Traduit du vietnamien par Kim
Lefèvre, éd. de l'Aube, 186 p.
Au Vietnam, en 1987, la première nouvelle de Nguyên Huy Thiêp, "Un
général à la retraite", fît l'effet d'une bombe. Cette année-là,
confrontée à une débâcle économique, la dictature communiste avait
tenté d'atténuer le malaise social en appelant une ère de "renouveau"

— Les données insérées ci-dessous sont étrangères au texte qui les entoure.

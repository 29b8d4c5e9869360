/* The cell tables that are shipped (conf/cells): each loads, and says of its cell what is published
 * about such cells. Run from the root of the repository. */
#include "core/cell.h"
#include "decode/celltable.h"
#include "decode/inifile.h"
#include "util/cleanup.h"
#include "util/files.h"

#include <glob.h>
#include <math.h>
#include <setjmp.h>
#include <stdarg.h>
#include <stddef.h>
#include <stdint.h>
#include <string.h>

#include <cmocka.h>

#define COUNT(array) (sizeof(array) / sizeof(*(array)))

static void between(const char *name, const char *what, double got, double low, double high) {
    if (!(got >= low && got <= high))
        fail_msg("%s: %s is %g, not between %g and %g", name, what, got, low, high);
}

static struct cell_table shipped(const char *name) {
    struct cell_table table;
    char path[256], message[512] = "";

    (void)snprintf(path, sizeof(path), "conf/cells/%s.ini", name);
    if (celltable_load(path, &table, message, sizeof(message)))
        fail_msg("%s", message);
    return table;
}

/* Calls check for every file in conf/cells. */
static void for_each(void (*check)(const char *path, const char *name)) {
    glob_t files = {0};

    assert_int_equal(glob("conf/cells/*.ini", 0, NULL, &files), 0);
    assert_true(files.gl_pathc >= 6);
    for (size_t i = 0; i < files.gl_pathc; i++) {
        char name[CELL_NAME_MAX];
        const char *base = strrchr(files.gl_pathv[i], '/') + 1;

        (void)snprintf(name, sizeof(name), "%.*s", (int)(strlen(base) - strlen(".ini")), base);
        check(files.gl_pathv[i], name);
    }
    globfree(&files);
}

static void loads_under_its_name(const char *path, const char *name) {
    struct cell_table table = shipped(name);
    struct cell cell;
    const char *what = "";

    (void)path;
    assert_string_equal(table.name, name);
    assert_int_equal(cell_table_check(&table, &what), 0);
    assert_int_equal(cell_init(&cell, &table, 1, table.capacity_Ah), 0);
    assert_int_equal(cell_init(&cell, &table, 4, 0.1 * table.capacity_Ah), 0);
}

static void all_load(void **state) {
    (void)state;
    for_each(loads_under_its_name);
}

static void has_source_and_licence(const char *path, const char *name) {
    static const char *const free_ones[] = {"CC BY 4.0", "MIT", "Apache-2.0", "BSD-3-Clause"};
    struct inifile *ini = NULL;
    const struct inifile_entry *source, *licence;
    char message[512] = "";
    bool known = false;

    assert_int_equal(inifile_load(&ini, path, message, sizeof(message)), 0);
    source = inifile_find(ini, "cell", "source");
    licence = inifile_find(ini, "cell", "licence");
    if (!source || !licence || strlen(source->value) < 10)
        fail_msg("%s: no source or no licence", name);
    for (size_t i = 0; i < COUNT(free_ones); i++)
        known = known || !strncmp(licence->value, free_ones[i], strlen(free_ones[i]));
    if (!known || strstr(licence->value, "SA"))
        fail_msg("%s: licence %s", name, licence->value);
    inifile_free(ini);
}

static void all_are_free(void **state) {
    (void)state;
    for_each(has_source_and_licence);
}

/* Specifications of li-ion cells: full at 4.20 +- 0.05 V, empty at 2.50 to 2.75 V, sensible cut-off
 * 3.0 V; of LiFePO4 cells: 3.60 to 3.65 V and 2.0 to 2.5 V (REFERENCES.md section 3.1, read). */
static void limits_as_published(const char *path, const char *name) {
    struct cell_table t = shipped(name);

    (void)path;
    if (!strcmp(t.chemistry, "li-ion")) {
        between(name, "full", t.full_V, 4.15, 4.25);
        between(name, "damage", t.damage_V, 2.50, 3.00);
        between(name, "voltage at 100 %", ocv_voltage(&t.ocv, 1.0), 4.15, t.full_V);
        between(name, "voltage at 50 %", ocv_voltage(&t.ocv, 0.5), 3.60, 3.90);
        between(name, "voltage at 0 %", ocv_voltage(&t.ocv, 0.0), 2.45, 3.30);
        between(name, "possible_high", t.possible_high_V, 4.30, 4.50);
    } else {
        assert_string_equal(t.chemistry, "lifepo4");
        between(name, "full", t.full_V, 3.60, 3.65);
        between(name, "damage", t.damage_V, 2.00, 2.50);
        between(name, "possible_high", t.possible_high_V, 3.75, 4.00);
    }
    between(name, "possible_low", t.possible_low_V, 0.5, t.damage_V - 0.5);
    between(name, "spread", t.voltage_sd_V, 0.005, 0.100);
}

static void all_limits(void **state) {
    (void)state;
    for_each(limits_as_published);
}

/* Published resistances: 98 mohm of a 2100 mAh cell at 50 % and 23 to 25 C with the factors 2050,
 * 442, 123, 73 % at -20, 0, 25, 40 C; 673, 294, 100, 77 % of a 1500 mAh cell at -20, 0, 20, 40 C
 * (REFERENCES.md section 3.3, read from kernel tables); that is 0.25 ohm Ah, and activation
 * energies of 33 to 36 kJ/mol; another published set has 20. */
static void resistance_as_published(const char *path, const char *name) {
    struct cell_table t = shipped(name);
    struct cell cell;
    struct cell_point warm, cold, low;

    (void)path;
    assert_int_equal(cell_init(&cell, &t, 1, t.capacity_Ah), 0);
    cell_at(&cell, 0.5, 25.0, &warm);
    cell_at(&cell, 0.5, 0.0, &cold);
    cell_at(&cell, 0.05, 25.0, &low);
    between(name, "ohm Ah", (warm.r0_ohm + warm.r1_ohm + warm.r2_ohm) * t.capacity_Ah, 0.05, 0.40);
    between(name, "R0 in ohm Ah", warm.r0_ohm * t.capacity_Ah, 0.02, 0.20);
    between(name, "0 C against 25 C", cold.r0_ohm / warm.r0_ohm, 2.0, 3.9);
    between(name, "5 % against 50 %",
            (low.r0_ohm + low.r1_ohm + low.r2_ohm) / (warm.r0_ohm + warm.r1_ohm + warm.r2_ohm), 0.9,
            6.0);
    between(name, "tau1", t.tau1_s, 5.0, 30.0);
    between(name, "tau2", t.tau2_s, 150.0, 1200.0);
}

static void all_resistances(void **state) {
    (void)state;
    for_each(resistance_as_published);
}

struct point {
    double charge, voltage_V;
};

static void close_to(const char *name, const struct point *known, size_t n, double most_V) {
    struct cell_table t = shipped(name);

    for (size_t i = 0; i < n; i++)
        between(name, "distance from a published curve",
                fabs(ocv_voltage(&t.ocv, known[i].charge) - known[i].voltage_V), 0.0, most_V);
}

/* The same chemistry in other hands: C.-H. Chen et al. 2020, J. Electrochem. Soc. 167 080534, and
 * the LFP curve with parameters of E. Prada et al. 2013 (REFERENCES.md section 3.2, read). Cells of
 * a kind differ by tens of millivolts, and by more at the steep end, whose place on the charge axis
 * is a matter of where 0 % was drawn. */
static void like_published_curves(void **state) {
    (void)state;
    static const struct point nmc[] = {{0.2, 3.494}, {0.3, 3.591}, {0.4, 3.673},
                                       {0.5, 3.757}, {0.6, 3.845}, {0.7, 3.952},
                                       {0.8, 4.045}, {0.9, 4.097}, {1.0, 4.200}};
    static const struct point lfp[] = {{0.1, 3.221}, {0.2, 3.256}, {0.3, 3.261},
                                       {0.4, 3.263}, {0.5, 3.271}, {0.6, 3.302},
                                       {0.7, 3.310}, {0.8, 3.312}, {0.9, 3.314}};
    struct cell_table t = shipped("lfp");

    close_to("nmc811-21700", nmc, COUNT(nmc), 0.060);
    close_to("nmc-18650", nmc, COUNT(nmc), 0.060);
    close_to("lfp", lfp, COUNT(lfp), 0.040);
    /* the plateau is flat, and the table says so */
    between("lfp", "rise from 30 to 90 %", ocv_voltage(&t.ocv, 0.9) - ocv_voltage(&t.ocv, 0.3),
            0.02, 0.10);
}

/* The rested points of the pulse test at 25 C of the very cell (P. Kollmeyer 2018; charge on the
 * scale of 2.8881 Ah). */
static void nca_at_rest(void **state) {
    (void)state;
    static const struct point rested[] = {
        {1.0 - 2.4651 / 2.8881, 3.3907}, {1.0 - 2.0301 / 2.8881, 3.5499},
        {1.0 - 1.4501 / 2.8881, 3.6635}, {1.0 - 0.8700 / 2.8881, 3.8623},
        {1.0 - 0.2900 / 2.8881, 4.0585}, {1.0, 4.1750}};

    close_to("nca-18650", rested, COUNT(rested), 0.012);
}

/* The generic table's spread is honest: the kinds it stands for lie within it, in the mean. */
static void generic_spread_is_honest(void **state) {
    (void)state;
    static const char *const kinds[] = {"nca-18650", "nmc-18650", "nmc811-21700", "lipo-pouch"};
    struct cell_table generic = shipped("generic-li-ion");
    double sum = 0.0;

    for (size_t k = 0; k < COUNT(kinds); k++) {
        struct cell_table t = shipped(kinds[k]);

        for (int i = 20; i <= 100; i++) {
            double off_V = ocv_voltage(&t.ocv, i / 100.0) - ocv_voltage(&generic.ocv, i / 100.0);

            sum += off_V * off_V / (81.0 * COUNT(kinds));
            between(kinds[k], "in spreads of generic-li-ion", fabs(off_V) / generic.voltage_sd_V,
                    0.0, 4.0);
        }
        assert_true(generic.voltage_sd_V > t.voltage_sd_V);
        assert_true(generic.damage_V >= t.damage_V);
    }
    between("generic-li-ion", "rms distance", sqrt(sum) / generic.voltage_sd_V, 0.3, 1.2);
}

/* The example of brink-cells(5) is a table. */
static void example_of_the_manual(void **state) {
    (void)state;
    scoped(free_p) char *page = NULL;
    const char *begin, *end;
    struct cell_table table;
    char message[512] = "";
    size_t length;

    assert_int_equal(files_read("man/brink-cells.5", 65536, &page, &length), 0);
    begin = strstr(page, ".Sh EXAMPLES\n.Bd -literal\n");
    assert_non_null(begin);
    begin = strchr(strchr(begin, '\n') + 1, '\n') + 1;
    end = strstr(begin, ".Ed\n");
    assert_non_null(end);
    if (celltable_parse(begin, (size_t)(end - begin), "example", &table, message, sizeof(message)))
        fail_msg("%s", message);
    assert_int_equal(table.ocv.n, 12);
    assert_int_equal(table.n_res, 4);
}

/* Every shipped table stands in brink-cells(5). */
static void is_in_the_manual(const char *path, const char *name) {
    scoped(free_p) char *page = NULL;
    char item[64];
    size_t length;

    (void)path;
    (void)snprintf(item, sizeof(item), "\n.It %s\n", name);
    assert_int_equal(files_read("man/brink-cells.5", 65536, &page, &length), 0);
    if (!strstr(page, item))
        fail_msg("%s is not named in man/brink-cells.5", name);
}

static void all_in_the_manual(void **state) {
    (void)state;
    for_each(is_in_the_manual);
}

int main(void) {
    const struct CMUnitTest tests[] = {
        cmocka_unit_test(all_load),
        cmocka_unit_test(all_are_free),
        cmocka_unit_test(all_limits),
        cmocka_unit_test(all_resistances),
        cmocka_unit_test(nca_at_rest),
        cmocka_unit_test(like_published_curves),
        cmocka_unit_test(generic_spread_is_honest),
        cmocka_unit_test(example_of_the_manual),
        cmocka_unit_test(all_in_the_manual),
    };

    return cmocka_run_group_tests(tests, NULL, NULL);
}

et en lançant un mot d'ordre : "Dire la vérité sans détour." Mais Thiêp
était allé trop loin en dépeignant la déchéance d'une figure
emblématique de la révolution et un pays affamé, aliéné, perverti. Il
fut pris à partie, dénigré, accusé de nihilisme, et interdit. La situation
s'est depuis décrispée, puisque le cinéma vietnamien, jusqu'alors au
service du gouvernement et de la propagande, s'est mis à adapter des
œuvres littéraires, dont ce texte jadis sujet à controverses, et que
l'ouverture à une économie de marché permet l'élaboration de films
produits par des capitaux privés. Thiêp élabore le scénario de trois
d'entre eux.
Dès l'année suivante, en 1988, l'écrivain provoqua un nouveau
tohu-bohu politico-littéraire en publiant dans la revue Art et
Littérature ces trois nouvelles à caractère historique qui nous arrivent
aujourd'hui en France. Situées au XIXe siècle, elles mettent en scène
une dynastie royale et un personnage honnis par le pouvoir : Gia Long
est un homme politique retors, mû par ses intérêts personnels, qui
avait favorisé une intervention thaïlandaise en 1784 pour empêcher
Quang Trung (héros national) d'accéder au trône, et qui avait fini par
parvenir à ses fins en faisant appel à un missionnaire français, Pigneau
de Béhaire, ouvrant ainsi la porte au colonialisme et prenant le risque
d'apparaître comme un traitre à la patrie. La première de ces nouvelles
dépeint sa prise de pouvoir, la deuxième raconte un épisode antérieur,
celui de sa défaite contre Quang Trung, la troisième évoque la
destinée d'une très belle jeune fille qui est tour à tour enrôlée dans le
harem de Quang Trung et de Gia Long, mais qu'aucun des deux ne
parvient à posséder. Cette vierge à la beauté céleste semble incarner
un pays irréductible aux magouilles et aux concupiscences, mais Thiêp
se range-t-il dans le camp de tel ou tel conquérant ? L'une des
marques de fabrique de cet écrivain au style brut, tranchant, limpide,
c'est un refus du simplisme, une capacité à insinuer l'ambiguïté, à
basculer sans partialité d'un témoignage à son contraire.
Chaque
personnage arbore un visage complexe, une double figure. L'un,
apparemment moral, s'avère cupide, l'autre, honoré par la légende,
voit épinglée sa faiblesse. Thiêp aime brouiller les cartes, proposer
plusieurs épilogues, faire l'apologie de la vérité en confrontant
plusieurs versions, et dénonçant les relectures idéologiques.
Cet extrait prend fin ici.